Metacritic Books

Like A Rolling Stone
by Greil Marcus

ISBN: 1586482548
PublicAffairs, 283 pages, $25.00
Nonfiction Entertainment & Media
Released 03/29/2005

Famed rock music writer Greil Marcus devotes an entire book to a single song: Bob Dylan's groundbreaking 1965 hit "Like A Rolling Stone."

Overall Metascore

This is an average of all individual scores given by critics, on a scale of 0 (worst) to 100 (best).

63 / 100

Critic Reviews

Outstanding Booklist Gordon Flagg
Marcus' vast understanding of American culture and intimate knowledge of Dylan's career make this an eye-opening read. [15 Mar 2005, p.1255]
Favorable Kirkus Reviews
When he grapples with Highway 61 Revisited, the album that featured "Like a Rolling Stone," things grind to a numbing halt. On the history and reverberations of the music, however, Marcus is near the top of the game. [1 Mar 2005, p.277]
Favorable Library Journal Henry L. Carrigan Jr.
Engaging cultural history. [1 Apr 2005, p.96]
Favorable Publishers Weekly
Marcus displays a comprehensive knowledge of American popular and political history. [21 Feb 2005, p.169]
Favorable New York Observer Charles Taylor
An adventure is only really thrilling if it involves a hint of threat. Mr. Marcus makes the reader understand "Like a Rolling Stone" as a conscious-and exhilarating-act of cruelty, a song that makes the listener pay simply for being present to hear it. [25 Apr 2005, p.20]
Favorable PopMatters Justin Cober-Lake
Like a Rolling Stone is not great cultural analysis or musical study, but it's a work that's both insightful and fantastic.
Favorable San Francisco Chronicle David Kipen
Plaintive, at times reheated, but ultimately bracing.
Favorable The Nation David Yaffe
Magisterial, hypnotic and unfinished, the song is worth every bit of lavish attention that Marcus gives it, with a passion as eloquent as it is infectious.
Favorable Washington Post Chrissie Dickinson
Marcus's wide-ranging meditations are often bracing, but the ride takes some effort. His critical prose occasionally veers into heady, sometimes esoteric territory.
Favorable The Globe And Mail [Toronto] Griffin Ondaatje
Marcus is creative and informed in his use of musical history, and that's important, since Dylan's work (especially his text) is being swarmed today by academic writers. [9 Apr 2005]
Favorable The Spectator Hugh Massingberd
Dylan’s own inarticulacy... makes a refreshing change from the author’s unstoppable flow of finely wrought verbiage. Yet there is no question that Marcus is a brilliant and perceptive writer.
Favorable The Independent Charles Shaar Murray
A livelier and more provocative book than you have any right to expect from a 60-year-old man writing about a 40-year-old record.
Mixed The New York Times Book Review Alan Light
Too many tropes in Marcus's cultural criticism are starting to feel overfamiliar, and too much of his own Dylanology is starting to fold in on itself.
Mixed The Independent Nick Coleman
A dense, busy, electrified book which radiates ideas much as Dylan's scalp used to radiate hair.
Mixed Christian Science Monitor John Kehe
If any pop song deserves thorough examination, it's this one.
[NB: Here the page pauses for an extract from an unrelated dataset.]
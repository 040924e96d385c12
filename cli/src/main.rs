//! The `backlit` program.
fn main() {}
But even Dylan's epic feels somewhat overanalyzed, pumped up, and padded out here - perhaps better suited to a 20-page New Yorker story than a 225-page book.
Mixed Los Angeles Times J. Hoberman
There is nothing that is not shamelessly hyper-dramatized.... But what keeps Marcus' project afloat is his capacity for close listening and ability to characterize what he hears. [10 Apr 2005, p.R6]
Unfavorable Daily Telegraph John Preston
But whereas in the past Marcus has shown a penetrating and disciplined touch, here his analysis comes couched in prose so windy that it could inflate several weather balloons.
Unfavorable Daily Telegraph Dominic Sandbrook
Marcus is keener on vague allusions, tendentious metaphors and arcane observations than he is on rigorous historical or musical analysis.
Unfavorable The Guardian Mike Marqusee
The book is structure-less; there's no guiding argument. The prose is laboured, irritatingly sententious, sometimes senseless.